A/N: AH! I updated! But--and I am sorry to disapoint--this is not a fic. It is a bit of a rant. I just saw tick, tick...BOOM! and Adam and Anthony's last show, so I was feeling very RENT-y and randomly very blue. I guess this is the result. Sorry, it really is just a rant. Blah.
The book is heavy in my hands, its binding faux-duct tape and its cover beautifully black. I flip through pages, faces that are nearly as familiar to me as my friends' and family's flashing in and out of view. I see shaded pictures of buildings and people, all of them warm and recognizable. The libretto is the most comforting, every photo like a hand to hold. And then, as I move through the book, I see a smaller photo and a long paragraph along the side of the page. The photo is of seven or eight kids sprawled along the sidewalk, all grinning and laughing. The background is familiar too; in fact, I've seen it with my own eyes.
These people are RENTheads from 1996, and I am here in 2007; such a small time difference from one perspective, yet such a large one from another. They are all there in the past, forever a part of that. I am left to gaze at photos and feel a deep, inexplicable guilt that I was not part of it too.
Born after 1990, I was a little child when RENT was first performed on and off Broadway. I had been to New York to visit my mother's cousin and my uncle, but they both lived in the Upper West Side, far away from the roots of Broadway. Now, when I think of it, I cannot believe that I was oblivious of something so huge. But as such a tiny kid, I guess it's understandable.

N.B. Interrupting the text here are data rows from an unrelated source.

#include "output/design_output.hpp"

#include <algorithm>
#include <cmath>
#include <fmt/format.h>
#include <fmt/ostream.h>
#include <nlohmann/json.hpp>
#include <optional>
#include <ostream>

#include "output/assess_output.hpp"
#include "output/lengths.hpp"
#include "output/safe_rounding.hpp"
#include "strewn/constants.hpp"
#include "strewn/version.hpp"

namespace strewn::cli {
namespace {

const char* const kBoundNote =
    "Probabilities are compared with their upper bounds (p + error bound), so the\n"
    "answer holds whatever the integration error.";

const char* const kAimGuarantee =
    "every limit holds at the answer on upper bounds, and no point one final step away in 16 directions "
    "is better; the distance to the true optimum is not bounded";

void header(std::ostream& out, const Site& s, const std::string& what) {
  fmt::print(out, "strewn {} solve {}: {}\nscenario: {}\n\n", STREWN_VERSION_STRING, what, s.site_name, s.file);
}

nlohmann::json json_header(const Site& s, const std::string& what) {
  return {{"strewn_version", STREWN_VERSION_STRING}, {"site", s.site_name}, {"file", s.file}, {"problem", what},
          {"units", {{"length", symbol(s.units)}}}, {"caution", kCaution}};
}

}  // namespace

void write_clearance(std::ostream& out, const Site& s, const ClearanceQuery& q, const ClearanceAnswer& a, bool json) {
  const Crossing& c = a.crossing;
  const Lengths L(s);
  const char* u = L.symbol();
  if (json) {
    nlohmann::json j = json_header(s, "clearance");
    j["subject"] = a.subject;
    j["direction"] = {a.direction.x(), a.direction.y()};
    j["direction_reason"] = a.direction_reason;
    j["zones_checked"] = a.limited_zones;
    j[L.key("max_move")] = L(q.max_move);
    j[L.key("window")] = L(q.max_move);  // former name of max_move_*, kept for one release
    j["found"] = c.found;
    j["start"] = {L(a.start.x()), L(a.start.y())};
    if (q.person) j["person_limit"] = {{"value", q.person_limit}, {"per", to_string(q.person_per)}};
    if (c.found) {
      j["moved_to"] = {L(a.moved_to.x()), L(a.moved_to.y())};
      j[L.key("shift")] = L(c.x);
      j[L.key("shift_fails")] = L(c.x_fails);
      j[L.key("bracket_width")] = L(std::fabs(c.x - c.x_fails));  // of the upper bound's crossing, not the exact one
      j["risk_over_limit_at_shift"] = a.risk_at_answer;
      j["risk_over_limit_just_short"] = a.risk_at_fail;
    } else {
      j["why"] = c.why;
      if (!a.failing_limit.empty()) {
        j["failing_limit"] = a.failing_limit;
        j["failing_ratio"] = a.failing_ratio;
      }
    }
    j["evaluations"] = c.evaluations;
    out << j.dump(2) << "\n";
    return;
  }
  header(out, s, "clearance");
  fmt::print(out, "moving {} along ({:.4f}, {:.4f}),\n{}\n", a.subject, a.direction.x(), a.direction.y(),
             a.direction_reason);
  fmt::print(out, "limits checked: {}\n", fmt::join(a.limited_zones, ", "));
  if (q.person)
    fmt::print(out, "limit used for the person: {:g} per {} (set with --limit and --per)\n", q.person_limit,
               to_string(q.person_per));
  fmt::print(out, "\n");
  // As many decimals as the answer's tolerance carries (1e-4 m: four), never nine; in the scenario's unit.
  const int decimals = static_cast<int>(std::clamp(std::ceil(-std::log10(L(q.tolerance))), 0.0, 9.0));
  const auto at = [&](const Vec2& v) { return fmt::format("({:.{}f}, {:.{}f})", L(v.x()), decimals, L(v.y()), decimals); };
  if (!c.found) {
    out << wrapped(fmt::format("No answer: {} (moves from 0 to {:g} {} considered; a longer --max-move, or another "
                               "--direction, may find one).", c.why, L(q.max_move), u), "", 78);
  } else if (c.x == 0.0) {
    fmt::print(out, "No move needed: the limits already hold (worst risk/limit {:.3g}).\n", a.risk_at_answer);
  } else {
    // Not "within W of the exact crossing": the bracket locates where the upper bound p + abs_err
    // meets the limit; the exact p meets it elsewhere by up to its error bound over the slope
    // (a crossing printed "within 2e-12 m" was 1.2e-11 m from the exact one).
    // The move rounded up (the limits hold from it on), and the position from that move.
    const std::string move = fixed_towards(L(c.x), decimals, Towards::up);
    const Vec2 moved = a.start + to_metres(std::stod(move), s.units) * a.direction;
    fmt::print(out, "Move {} {}: from {} to {}.\n", move, u, at(a.start), at(moved));
    // Both ratios are 1 to four digits at a tight bracket (printed "1" and "1" they said
    // nothing): near 1, as 1 minus or plus their difference.
    const auto ratio = [](double r) {
      return std::fabs(r - 1.0) < 1e-3 && r != 1.0 ? fmt::format("1 {} {:.2g}", r < 1.0 ? '-' : '+', std::fabs(r - 1.0))
                                                    : fmt::format("{:.4g}", r);
    };
    fmt::print(out, "There risk / limit = {} (upper bound); at {:.{}f} {} it is {}: the limit,\n",
               ratio(a.risk_at_answer), L(c.x_fails), decimals + 2, u, ratio(a.risk_at_fail));
    fmt::print(out, "judged on upper bounds, starts to hold between these two points, {:.2g} {} apart\n"
                    "(scan of {} steps over {:g} {}, then TOMS 748).\n",
               L(std::fabs(c.x - c.x_fails)), u, q.steps, L(q.max_move), u);
    fmt::print(out, "The exact risk meets the limit at or before the answer; how far before depends on\n"
                    "the error bound of p there, which can exceed this bracket.\n");
  }
  fmt::print(out, "{}\n\n{}\n", kBoundNote, kCaution);
}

I have talked to people who were in The Line, who camped out in front of the Nederlander Theater for $20 tickets. I talked to a girl who said her new roommates were people she met in The Line. All of them speak of it with fondness and peaceful remembrance; all of them were touched by it. That feeling of community, drawn together by a collective love for the show that meant so much to so many…it is something to be jealous of. Something to want so much your heart almost breaks at the thought.
Now, as a girl who is living out her childhood past the end of the millennium, I feel a ridiculous guilt about this time difference. It is in no way my fault that I was not old enough to know about the Original Broadway Cast, or to see them, or to wait in The Line. There is nothing to regret in my own choices; nothing to grieve over. And yet I see their faces when they think of those days: of seeing the OBC so many times that they became close to them, of sleeping out on the street with friends and then traipsing in to once again see the show. I see how it was then…and I feel so sad.
The East Village has changed. "Trendy" is the best word to describe it; the East Village of RENT has dissolved and become something not so different—but different enough—from Jonathan's world. I have lived pas that world. I will never get to be a part of it, never get to experience the original magic of this show I love so much. Why then, I ask myself, do I bother loving a show that takes place in a time and place I do not know? Why do I love something that began so long ago, that ran out of magic before I could experience The Line and the OBC and the Tonys and all of what made it special? Why?
I have an answer. And every time I ask myself the previous questions, the answer smacks me in the face until I wake up and listen to it.
RENT has not run out of magic. RENT is magic itself; it is magic and joy and love and pain and grief and beautiful music. It is the show that holds the soul of its creator and of all the amazing people who first—and since—performed it. It is the show that, despite changing times and lives and cities, endures. People have said that RENT didn't speak for a generation, it spoke to a generation. What they don't mention is that RENT keeps on speaking, spreading its wisdom and beauty to all who open themselves to it. The generation that it was born into is growing up, but we are taking their place. And though our world is not theirs, that does not make us incapable of relating our own troubles and pains to those of RENT. Grief and love and hurt and joy are all the same to the core, and that is why people keep on loving RENT. The magic is not gone; it has grown, just as we all have.
So for all of us who never saw the OBC or waited in The Line; for all of us who have never seen that East Village where community was shared far and wide; for all of us who have ever been scared that we missed the beginnings…this is here to reassure you. Maybe all that is in the past. But having missed it doesn't make anyone less of a RENThead or less of a fan (nor does not having seen RENT over 50 times or whatever; seriously, NOT EVERYONE LIVES IN NEW YORK). We have a job to do: we must keep RENT and all it stands for, at the core, alive. If we can do that, I think we'll have done our parts.
And, to quote a certain someone…
"Forget regret, or life is yours to miss."